## Exercise aim
Please copy out each line of the listing that contains the word "name".

## Records supplied
'''
/// Draws a profile figure; `None` if it cannot be drawn.
pub fn draw_profile(fig: &Profile) -> Option<String> {
    let k = fig.x_levels.len();
    if k == 0 || fig.series.is_empty() {
        return None;
    }
    let mut lo = f64::INFINITY;
    let mut hi = f64::NEG_INFINITY;
    for s in &fig.series {
        for v in s.subjects.iter().flatten().chain(&s.means) {
            lo = lo.min(*v);
            hi = hi.max(*v);
        }
        for (a, b) in s.ci.iter().flatten() {
            lo = lo.min(*a);
            hi = hi.max(*b);
        }
    }
    if !lo.is_finite() || !hi.is_finite() {
        return None;
    }
    let pad = if hi > lo {
        (hi - lo) * 0.08
    } else {
        lo.abs().max(1.0) * 0.1
    };
    let (lo, hi) = (lo - pad, hi + pad);
    let m = fig.series.len();
    // Series side by side at each level, so that intervals do not overlap.
    let offset = |si: usize| {
        if m == 1 {
            0.0
        } else {
            (si as f64 - (m - 1) as f64 / 2.0) * (0.25 / m as f64)
        }
    };
    let mut buf = String::new();
    let width = (200 + 110 * k as u32).clamp(420, 900);
    {
        let root = SVGBackend::with_string(&mut buf, (width, 380)).into_drawing_area();
        root.fill(&WHITE).ok()?;
        let mut chart = ChartBuilder::on(&root)
            .margin(14)
            .x_label_area_size(44)
            .y_label_area_size(62)
            .build_cartesian_2d(-0.4f64..(k as f64 - 0.6), lo..hi)
            .ok()?;
        let fmt_x = |_: &f64| String::new();
        mesh(&mut chart.configure_mesh(), 13)
            .disable_x_mesh()
            .x_labels(0)
            .x_label_formatter(&fmt_x)
            .x_desc(fig.x_label.as_str())
            .y_desc(fig.y_label.as_str())
            .draw()
            .ok()?;
        for (si, s) in fig.series.iter().enumerate() {
            let colour = PALETTE[si % PALETTE.len()];
            let dx = offset(si);
            for subj in &s.subjects {
                chart
                    .draw_series(std::iter::once(PathElement::new(
                        subj.iter()
                            .enumerate()
                            .map(|(x, &v)| (x as f64 + dx, v))
                            .collect::<Vec<_>>(),
                        colour.mix(0.22).stroke_width(1),
                    )))
                    .ok()?;
            }
        }
        for (si, s) in fig.series.iter().enumerate() {
            let colour = PALETTE[si % PALETTE.len()];
            let dx = offset(si);
            for (x, ci) in s.ci.iter().enumerate() {
                if let Some((a, b)) = ci {
                    let xm = x as f64 + dx;
                    chart
                        .draw_series(std::iter::once(PathElement::new(
                            vec![(xm, *a), (xm, *b)],
                            colour.stroke_width(2),
                        )))
                        .ok()?;
                }
            }
            chart
                .draw_series(LineSeries::new(
                    s.means.iter().enumerate().map(|(x, &v)| (x as f64 + dx, v)),
                    colour.stroke_width(3),
                ))
                .ok()?
                .label(s.name.clone())
                .legend(move |(x, y)| {
                    PathElement::new(vec![(x, y), (x + 18, y)], colour.stroke_width(3))
                });
            chart
                .draw_series(
                    s.means
                        .iter()
                        .enumerate()
                        .map(|(x, &v)| Circle::new((x as f64 + dx, v), 5, colour.filled())),
                )
                .ok()?;
        }
        if m > 1 || !fig.series[0].name.is_empty() {
            legend(&mut chart, SeriesLabelPosition::UpperLeft)?;
        }
        let style =
            TextStyle::from(("sans-serif", 13).into_font()).pos(Pos::new(HPos::Center, VPos::Top));
        for (i, n) in fig.x_levels.iter().enumerate() {
            let (px, py) = chart.backend_coord(&(i as f64, lo));
            root.draw(&Text::new(n.clone(), (px, py + 6), style.clone()))
                .ok()?;
        }
        root.present().ok()?;
    }
    Some(buf)
}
'''
## Answer section
                .label(s.name.clone())
        if m > 1 || !fig.series[0].name.is_empty() {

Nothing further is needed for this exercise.